## Records supplied

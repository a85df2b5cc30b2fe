//! Every coefficient of the per-nail methods, in one place, each with its clause and edition and
//! whether it was checked against a source we looked at or is from memory.
//!
//! The equations that use them live in `o86.rs`, `nds.rs` and `pull_through.rs`; docs/sources.md lists
//! the sources and docs/withdrawal-method.md explains the choices.

use crate::catalog::Confidence;

/// One coefficient with its provenance.
#[derive(Debug, Clone, Copy, PartialEq)]
pub struct Coefficient {
    pub symbol: &'static str,
    pub value: f64,
    /// Unit of the value, "" when dimensionless.
    pub unit: &'static str,
    pub source: &'static str,
    pub confidence: Confidence,
}

impl Coefficient {
    /// `source (confidence)`, as the report prints it.
    pub fn provenance(&self) -> String {
        self.confidence.provenance(self.source)
    }
}

const fn from_memory(
    symbol: &'static str,
    value: f64,
    unit: &'static str,
    source: &'static str,
) -> Coefficient {
    Coefficient {
        symbol,
        value,
        unit,
        source,
        confidence: Confidence::FromMemory,
    }
}

const fn checked(
    symbol: &'static str,
    value: f64,
    unit: &'static str,
    source: &'static str,
) -> Coefficient {
    Coefficient {
        symbol,
        value,
        unit,
        source,
        confidence: Confidence::Checked,
    }
}

// ---------------------------------------------------------------------------------------------
// CSA O86:19, clause 12.9.5 (nails and spikes, withdrawal), limit states.
// ---------------------------------------------------------------------------------------------

/// Resistance factor for nails in withdrawal.
pub const O86_PHI: Coefficient = from_memory(
    "phi",
    0.6,
    "",
    "CSA O86:19 12.9.5.2, phi for nails in withdrawal",
);

/// y_w = O86_YW_COEFFICIENT · d_F^O86_YW_DIAMETER_EXPONENT · G^O86_YW_DENSITY_EXPONENT, N/mm with d_F in
/// mm and G the mean oven-dry relative density.
pub const O86_YW_COEFFICIENT: Coefficient = from_memory(
    "y_w coefficient",
    16.4,
    "N/mm",
    "CSA O86:19 12.9.5.2, basic withdrawal resistance y_w = 16.4 d_F^0.82 G^2.2",
);
pub const O86_YW_DIAMETER_EXPONENT: f64 = 0.82;
pub const O86_YW_DENSITY_EXPONENT: f64 = 2.2;

/// Service condition factor for nails in withdrawal, dry and wet service.
pub const O86_KSF_DRY: Coefficient = from_memory(
    "K_SF",
    1.0,
    "",
    "CSA O86:19 Table 12.2.2, K_SF for fastenings, dry service",
);
pub const O86_KSF_WET: Coefficient = from_memory(
    "K_SF",
    0.67,
    "",
    "CSA O86:19 Table 12.2.2, K_SF for fastenings, wet service",
);

/// Treatment factor: untreated, or preservative treatment without incising.
pub const O86_KT: Coefficient = from_memory(
    "K_T",
    1.0,
    "",
    "CSA O86:19 12.2.1 / 5.4.3, K_T for fastenings in untreated or preservative-treated (not incised) wood; \
     fire-retardant treatment needs test data and is outside this method",
);

/// Toe-nailing factor.
pub const O86_JA_TOE_NAILED: Coefficient = from_memory(
    "J_A",
    0.67,
    "",
    "CSA O86:19 12.9.5.2, toe-nailing factor J_A",
);
pub const O86_JA_STRAIGHT: Coefficient = from_memory(
    "J_A",
    1.0,
    "",
    "CSA O86:19 12.9.5.2, J_A for nails driven straight",
);

/// Clinching factor. Clinching raises the lateral resistance of nails that pass through both members;
/// a sheathing nail ends inside the rafter and is not clinched, so the factor is 1.0.
pub const O86_JB: Coefficient = from_memory(
    "J_B",
    1.0,
    "",
    "CSA O86:19 12.9.4 / 12.9.5, nail clinching factor J_B = 1.0 (not clinched)",
);

/// Factor for nails in the face of cross-laminated timber.
pub const O86_JX_CLT: Coefficient = from_memory(
    "J_x",
    0.9,
    "",
    "CSA O86:19 clause 12 (fastenings in CLT), J_x = 0.9; clause number not verified",
);
pub const O86_JX_SAWN: Coefficient =
    from_memory("J_x", 1.0, "", "CSA O86:19, J_x = 1.0 for sawn lumber");

/// Minimum penetration into the point-side member, in shank diameters.
pub const O86_MIN_PENETRATION_DIAMETERS: Coefficient = from_memory(
    "L_p,min / d_F",
    5.0,
    "",
    "CSA O86:19 12.9.4.2, minimum penetration 5 d_F into the main member (written for lateral \
     resistance; applied to withdrawal too)",
);
pub const O86_MIN_PENETRATION_RULE: &str =
    "5 d_F, CSA O86:19 12.9.4.2 (from memory), applied to withdrawal";

/// Nails may be relied on in withdrawal only for short-term loads.
pub const O86_SHORT_TERM_RULE: &str = "CSA O86:19 12.9.5.1 (from memory): nails and spikes may be \
    designed to resist withdrawal only under short-term loads such as wind or earthquake";
/// Wood screws under CSA O86: the standard has a wood-screw clause (12.11 in O86:19, from memory), but
/// its withdrawal equation could not be sourced for this tool, so screws are refused on this basis.
pub const O86_WOOD_SCREW_RULE: &str =
    "CSA O86:19 has a wood-screw clause (12.11, from memory) whose \
    withdrawal equation deckhold does not carry because it could not be checked against a source; \
    wood screws are refused on the Canadian basis: use a nail, or the US basis";
pub const O86_END_GRAIN_RULE: &str = "CSA O86:19 12.9.5.1 (from memory)";
pub const O86_STAINLESS_RULE: &str = "CSA O86:19 12.9.5 (from memory) gives one withdrawal equation, \
    derived for carbon-steel wire nails to CSA B111; it has no provision for stainless-steel nails, \
    whose withdrawal resistance is lower (AWC FAQ on NDS 2018 stainless nails)";

// ---------------------------------------------------------------------------------------------
// AWC NDS 2018, clause 12.2 (withdrawal) and Chapter 11 / Appendix N (adjustment factors).
// ---------------------------------------------------------------------------------------------

/// Smooth carbon-steel nails: W = 1380 G^(5/2) D, lb/in, D in inches.
pub const NDS_W_SMOOTH_CARBON: Coefficient = checked(
    "W coefficient",
    1380.0,
    "lb/in",
    "NDS 2018 12.2.3.1 Eq. 12.2-3, W = 1380 G^(5/2) D (equation checked against the \
     ultimate withdrawal equation of USDA FPL Research Note FPL-093 divided by 5, see the resistance tests)",
);
pub const NDS_W_SMOOTH_CARBON_EXPONENT: f64 = 2.5;

/// Smooth stainless-steel nails: W = 465 G^(3/2) D, lb/in.
pub const NDS_W_SMOOTH_STAINLESS: Coefficient = from_memory(
    "W coefficient",
    465.0,
    "lb/in",
    "NDS 2018 12.2.3.1 Eq. 12.2-4, W = 465 G^(3/2) D for smooth stainless-steel nails (coefficient from \
     memory; its 5 % to 40 % reduction from Eq. 12.2-3 over the usual G range agrees with the AWC FAQ)",
);
pub const NDS_W_SMOOTH_STAINLESS_EXPONENT: f64 = 1.5;

/// Roof sheathing ring shank (and post-frame ring shank) nails: W = 1800 G^2 D, lb/in of ring length.
pub const NDS_W_RING_SHANK: Coefficient = from_memory(
    "W coefficient",
    1800.0,
    "lb/in",
    "NDS 2018 12.2.3.1 Eq. 12.2-5, W = 1800 G^2 D for roof sheathing ring shank and post-frame ring \
     shank nails, per inch of ring-shank penetration",
);
pub const NDS_W_RING_SHANK_EXPONENT: f64 = 2.0;

/// Wood screws: W = 2850 G^2 D, lb per inch of thread penetration into the main member (D the shank
/// diameter). Equation and clause from memory: the only confirmation found was a reference website,
/// which is not a source; NDS 2018 Table 12.2B (tabulated W for wood screws) is the check to make.
pub const NDS_W_WOOD_SCREW: Coefficient = from_memory(
    "W coefficient",
    2850.0,
    "lb/in",
    "NDS 2018 12.2.2 Eq. 12.2-2, W = 2850 G^2 D for wood screws, per inch of thread penetration \
     (from memory; check against NDS 2018 Table 12.2B)",
);
pub const NDS_W_WOOD_SCREW_EXPONENT: f64 = 2.0;

/// Head pull-through of round-head fasteners: W_H = 690 π D_H G² t_ns, lb, with D_H and t_ns in inches.
pub const NDS_WH_COEFFICIENT: Coefficient = from_memory(
    "W_H coefficient",
    690.0,
    "lb/in^2",
    "NDS 2018 12.2.5 Eq. 12.2-6, head pull-through W_H = 690 pi D_H G^2 t_ns",
);

/// Load duration factors for ASD.
pub const NDS_CD_WIND: Coefficient = from_memory(
    "C_D",
    1.6,
    "",
    "NDS 2018 Table 2.3.2, C_D = 1.6 for wind and earthquake",
);
pub const NDS_CD_TEN_YEARS: Coefficient = from_memory(
    "C_D",
    1.0,
    "",
    "NDS 2018 Table 2.3.2, C_D = 1.0 for ten years (occupancy live load)",
);
pub const NDS_CD_PERMANENT: Coefficient = from_memory(
    "C_D",
    0.9,
    "",
    "NDS 2018 Table 2.3.2, C_D = 0.9 for permanent load",
);

/// Wet service factor for nails in withdrawal: dry service, and wet in service after fabrication dry.
pub const NDS_CM_DRY: Coefficient = from_memory(
    "C_M",
    1.0,
    "",
    "NDS 2018 Table 11.3.3, nails in withdrawal, dry in service",
);
pub const NDS_CM_WET: Coefficient = from_memory(
    "C_M",
    0.25,
    "",
    "NDS 2018 Table 11.3.3, nails in withdrawal, fabricated dry and wet in service (unverified: a mailing-list \
     note points to it, no published copy was checked)",
);
/// Toe-nails in withdrawal: the wet service factor does not apply.
pub const NDS_CM_TOE_NAILED: Coefficient = checked(
    "C_M",
    1.0,
    "",
    "NDS 2018 12.5.4.1, C_M does not apply to toe-nails in withdrawal (checked: Missouri S&T course \
     notes 'Nail Withdrawal Connections', 'CM = 1.0 for toenail')",
);

/// Temperature factor, sustained temperature up to 100 °F.
pub const NDS_CT: Coefficient = from_memory(
    "C_t",
    1.0,
    "",
    "NDS 2018 Table 11.3.4, C_t = 1.0 for T <= 100 F",
);

/// Toe-nail factor.
pub const NDS_CTN_TOE_NAILED: Coefficient = from_memory(
    "C_tn",
    0.67,
    "",
    "NDS 2018 12.5.4.1, toe-nail factor C_tn = 0.67",
);
pub const NDS_CTN_STRAIGHT: Coefficient = from_memory(
    "C_tn",
    1.0,
    "",
    "NDS 2018 12.5.4.1, C_tn = 1.0 for nails driven straight",
);

/// LRFD format conversion factor for connections, K_F = 2.16/φ_z.
pub const NDS_KF_CONNECTIONS: Coefficient = from_memory(
    "K_F",
    2.16 / 0.65,
    "",
    "NDS 2018 Table N1, K_F = 2.16/phi for connections",
);
/// LRFD resistance factor for connections.
pub const NDS_PHI_CONNECTIONS: Coefficient = from_memory(
    "phi_z",
    0.65,
    "",
    "NDS 2018 Table N2, phi_z = 0.65 for connections",
);
/// LRFD time effect factors.
pub const NDS_LAMBDA_WIND: Coefficient = from_memory(
    "lambda",
    1.0,
    "",
    "NDS 2018 Table N3, lambda = 1.0 for combinations with wind or earthquake",
);
pub const NDS_LAMBDA_OCCUPANCY: Coefficient = from_memory(
    "lambda",
    0.8,
    "",
    "NDS 2018 Table N3, lambda = 0.8 for 1.2D + 1.6L (occupancy live)",
);
pub const NDS_LAMBDA_PERMANENT: Coefficient = from_memory(
    "lambda",
    0.6,
    "",
    "NDS 2018 Table N3, lambda = 0.6 for 1.4D",
);

/// Minimum penetration into the main member, in shank diameters.
pub const NDS_MIN_PENETRATION_DIAMETERS: Coefficient = from_memory(
    "p_min / D",
    6.0,
    "",
    "NDS 2018 12.1.6.4, minimum nail penetration 6D into the main member (written for connections \
     in general and applied to withdrawal)",
);
pub const NDS_MIN_PENETRATION_RULE: &str = "6D, NDS 2018 12.1.6.4 (from memory)";
pub const NDS_END_GRAIN_RULE: &str =
    "NDS 2018 12.2.3 (from memory): nails and spikes shall not be \
    loaded in withdrawal from end grain of wood";

#[cfg(test)]
mod tests {
    use super::*;
    use approx::assert_relative_eq;

    #[test]
    fn lrfd_factors_for_connections_are_the_tabulated_values() {
        // NDS 2018 Table N2 (from memory): phi_z = 0.65 for connections; Table N1: K_F = 2.16/phi_z, which for
        // 0.65 is 2.16 / 0.65 = 3.3231 (worked by hand; printed in the table as 3.32).
        assert_relative_eq!(NDS_PHI_CONNECTIONS.value, 0.65);
        assert_relative_eq!(NDS_KF_CONNECTIONS.value, 3.3231, max_relative = 1e-4);
    }

    #[test]
    fn every_coefficient_names_a_clause() {
        for coefficient in [
            O86_PHI,
            O86_YW_COEFFICIENT,
            O86_KSF_DRY,
            O86_KSF_WET,
            O86_KT,
            O86_JA_TOE_NAILED,
            O86_JA_STRAIGHT,
            O86_JB,
            O86_JX_CLT,
            O86_JX_SAWN,
            O86_MIN_PENETRATION_DIAMETERS,
            NDS_W_SMOOTH_CARBON,
            NDS_W_SMOOTH_STAINLESS,
            NDS_W_RING_SHANK,
            NDS_W_WOOD_SCREW,
            NDS_WH_COEFFICIENT,
            NDS_CD_WIND,
            NDS_CD_TEN_YEARS,
            NDS_CD_PERMANENT,
            NDS_CM_DRY,
            NDS_CM_WET,
            NDS_CM_TOE_NAILED,
            NDS_CT,
            NDS_CTN_TOE_NAILED,
            NDS_CTN_STRAIGHT,
            NDS_KF_CONNECTIONS,
            NDS_PHI_CONNECTIONS,
            NDS_LAMBDA_WIND,
            NDS_LAMBDA_OCCUPANCY,
            NDS_LAMBDA_PERMANENT,
            NDS_MIN_PENETRATION_DIAMETERS,
        ] {
            assert!(
                coefficient.source.contains("O86") || coefficient.source.contains("NDS"),
                "{}",
                coefficient.symbol
            );
            assert!(coefficient.value.is_finite() && coefficient.value > 0.0);
        }
    }
}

## Exercise objective
Using the data above, return each line that includes the word "whose".

## Exercise response
    "CSA O86:19 has a wood-screw clause (12.11, from memory) whose \
    whose withdrawal resistance is lower (AWC FAQ on NDS 2018 stainless nails)";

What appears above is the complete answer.